Up to 5 authors in one day converge here during the Christmas season to sign their books. This bookshop, such as it is, a mass of shambles converging around a staircase, is easily the most aristocratic bookshop in this capital. It has three royal warrants, so I presume, just as members of the royal family stock their larder through Fortnum and Masons, the toff's grocery (founded 1707) just a few doors away, they get their penchant for pot boilers fulfilled here by posh voices answering their calls in the book-lined order room above stairs.

Hatchards isn’t of course the only book shop here. There are myriad others, but they are mostly now chain booksellers. Little independent shops are fast being driven away by — not so much the Internet — but rising rents. The old Charing Cross road, once the haven of antiquarian and secondhand booksellers is now, alas, under siege by eateries and tatty goods sellers. Only Foyles, that old stalwart, is still holding its own, having extended its floor space recently by its acquisition of the Central St Martins college, where our very own Dato Lat learned to draw human figures.

The result of this withdrawal of independent book stores is that few bookshops still retain the eccentricity that go with the bibliopole. Bookbuyers now no longer go to bookshops to chat about the titles available before making a choice for the visit, but merely make transactions through bankcards, have their enquiries answered by staff who pore through data streaming on the screen, and make their way out again past exhortations to buy book-linked memorabilia, hessian book bags or various instigations to light a kindle. London, unlike its rival capital city across the channel, does not support its independent booksellers like the messieurs dames over there.

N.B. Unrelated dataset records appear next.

def _table_loss(density_cm3: float, abundances) -> _Loss:
    from ..emissivity import load_emissivity
    from ..synthesis import radiative_loss

    table = load_emissivity()
    lo, hi = 10 ** table.log_density[0], 10 ** table.log_density[-1]
    n_eval = float(np.clip(density_cm3, lo, hi))
    lam = radiative_loss(10 ** table.logT * u.K, table=table, abundances=abundances,
                         density=n_eval * u.cm ** -3).to_value(_LAMBDA_UNIT)
    label = (f"embedded CHIANTI table ({table.provenance.get('chianti_version', '?')}), abundances "
             f"{abundances!r}, evaluated at n_e = {n_eval:.4g} cm-3, log-log interpolation in T")
    return _Loss(table.logT, np.log10(np.maximum(lam, 1e-300)), label)


def _callable_loss(func: Callable) -> _Loss:
    log_t = np.round(np.arange(4.5, 8.5 + 1e-9, 0.01), 6)
    try:
        lam = func(10 ** log_t * u.K)
        lam = as_quantity("radiative_loss(T)", lam, _LAMBDA_UNIT).value
    except InputError:
        raise
    except u.UnitsError:
        raise
    except Exception as exc:  # the user's function failed: say where
        raise InputError(f"radiative_loss: calling the function on T = 10^4.5-10^8.5 K failed: {exc!r}") from exc
    lam = np.broadcast_to(np.asarray(lam, dtype=float), log_t.shape)
    if not np.all(np.isfinite(lam)) or np.any(lam <= 0):
        raise InputError("radiative_loss: the function must return finite values > 0 erg cm3 s-1 on 10^4.5-10^8.5 K")
    name = getattr(func, "__name__", type(func).__name__)
    return _Loss(log_t, np.log10(lam), f"user function {name} sampled every 0.01 dex on 10^4.5-10^8.5 K")


def _resolve_loss(spec, density_cm3: float, abundances) -> _Loss:
    if spec is None or (isinstance(spec, str) and spec == "table"):
        return _table_loss(density_cm3, abundances)
    if isinstance(spec, str) and spec == "analytic":
        return _AnalyticLoss()
    if callable(spec):
        return _callable_loss(spec)
    raise InputError(f"radiative_loss={spec!r}: give None or 'table' (embedded CHIANTI table), 'analytic' "
                     "(KPC08 power law) or a function T [Quantity] -> Lambda [erg cm3 s-1]")


# ----------------------------------------------------------------------------- cooling times

class CoolingTimes(NamedTuple):
    """Conductive and radiative cooling times [s] (Cargill 1994)."""

    conductive: u.Quantity
    radiative: u.Quantity


def _scalar_or_array(name, value, unit):
    q = as_quantity(name, value, unit)
    check_finite(name, q)
    return q


def conductive_cooling_time(temperature, density, half_length) -> u.Quantity:
    r"""Conductive cooling time :math:`\tau_c = 3 n k_B L^2 / (\kappa_0 T^{5/2})` [s].

    Cargill (1994, ApJ 422, 381) and Cargill, Mariska & Antiochos (1995, ApJ 439, 1034):
    the thermal energy :math:`3 n k_B T` divided by the conductive loss rate
    :math:`\kappa_0 T^{7/2} / L^2`, with :math:`\kappa_0 = 10^{-6}` cgs; numerically
    :math:`\approx 4.1\times10^{-10}\, n L^2 T^{-5/2}` s (the factor 3 as remembered from those
    papers: thermal energy of electrons plus protons). Arguments broadcast.
    """
    t = _scalar_or_array("temperature", temperature, u.K)
    n = _scalar_or_array("density", density, u.cm ** -3)
    length = _scalar_or_array("half_length", half_length, u.cm)
    check_positive("temperature", t.value, "K")
    check_positive("density", n.value, "cm-3")
    check_positive("half_length", length.value, "cm")
    return u.Quantity(3.0 * n.value * K_B * length.value ** 2 / (KAPPA0 * t.value ** 2.5), u.s)


def radiative_cooling_time(temperature, density, radiative_loss=None, abundances="coronal") -> u.Quantity:
    r"""Radiative cooling time :math:`\tau_r = 3 k_B T / (n \Lambda(T))` [s].

    Cargill (1994, ApJ 422, 381); Cargill, Mariska & Antiochos (1995, ApJ 439, 1034).
    ``radiative_loss`` is Λ itself (a Quantity in erg cm3 s-1 broadcasting with ``temperature``),
    a function T → Λ, ``"analytic"`` (KPC08 eq. 3) or None / ``"table"`` (the embedded CHIANTI
    table at each given density, clipped to the table's density range).
    """
    t = _scalar_or_array("temperature", temperature, u.K)
    n = _scalar_or_array("density", density, u.cm ** -3)
    check_positive("temperature", t.value, "K")
    check_positive("density", n.value, "cm-3")
    if isinstance(radiative_loss, u.Quantity):
        lam = as_quantity("radiative_loss", radiative_loss, _LAMBDA_UNIT).value
        check_positive("radiative_loss", lam, "erg cm3 s-1")
    elif isinstance(radiative_loss, str) and radiative_loss == "analytic":
        lam = analytic_radiative_loss(t).value
    elif callable(radiative_loss):
        lam = as_quantity("radiative_loss(T)", radiative_loss(t), _LAMBDA_UNIT).value
    elif radiative_loss is None or radiative_loss == "table":
        from ..synthesis import radiative_loss as table_loss

        tv, nv = np.broadcast_arrays(t.value, n.value)
        lam = np.empty(tv.shape)
        for dens in np.unique(nv):
            sel = nv == dens
            lam[sel] = table_loss(tv[sel] * u.K, abundances=abundances,
                                  density=_loss_density(dens) * u.cm ** -3).to_value(_LAMBDA_UNIT)
    else:
        raise InputError(f"radiative_loss={radiative_loss!r}: give a Quantity (erg cm3 s-1), a function, "
                         "'analytic', 'table' or None")
    return u.Quantity(3.0 * K_B * t.value / (n.value * lam), u.s)


def _loss_density(density_cm3: float) -> float:
    """Density [cm-3] at which the embedded table's Λ is evaluated: ``density`` clipped to the table range."""
    from ..emissivity import load_emissivity

    table = load_emissivity()
    return float(np.clip(density_cm3, 10 ** table.log_density[0], 10 ** table.log_density[-1]))


# ----------------------------------------------------------------------------- heating profile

Recently the only bookshop in the neck of wood where I live closed the only bookshop we have in a major shopping mall, which prompted me to write to the owners of the lavish retail palace to say surely they can afford to lower the rent of just one bookshop for the delectation of us all. No reply came back to my letter; perhaps those who are against books don’t read at all.

Bookshops are the life of a city like few other. You see a street lined with bookshops and you’ll want to get off the bus to make an exploration, no matter what the language is of the country. The occasional bookshop brings character to a street, you meet the most interesting people among its browsers, and if the shop owner is like the late George Whitman of Shakespeare & Co who invited strangers to a reading session in the bookshop or gave them a place to stay for the night in return for work in the store, even better. You get to know the city almost immediately.

Why is that? This is because books are people. You go to a city and you read about its history and you know almost immediately who loves and lives there, why the town is so, and what hidden things are there for you to discover. The power of the written word permeates the psyche as you probably know from people who will believe anything as long as it is written down. Words about a city are the rudiments of its character, no matter if it is only the backdrop to a thriller. You read Dickens and you will understand London. Go further to Pepys and Stow, you will have an even bigger picture.

Recently I have been writing about how our city has been wasted and destroyed by ‘planners’. A few people have written to ask how else would I do it then if not shops, shopping malls, large offices that have their headquarters in some tax havens elsewhere. How about creating an area for books for a start? How about a street of booksellers, the small ones, the independent ones, the little quaint ones that sell books that are no longer in print for you to order from you know where?

Well, now that we are into it, how about a greener city with gardens, squares, greenery and even fruit trees in our midst, like a small town in England that I wrote about before? How about nurturing communities in an organic — but not Disneyesque — ways? How about a city with real houses for real people who live, breed and work there?

Well, how about that, how about that eh, now?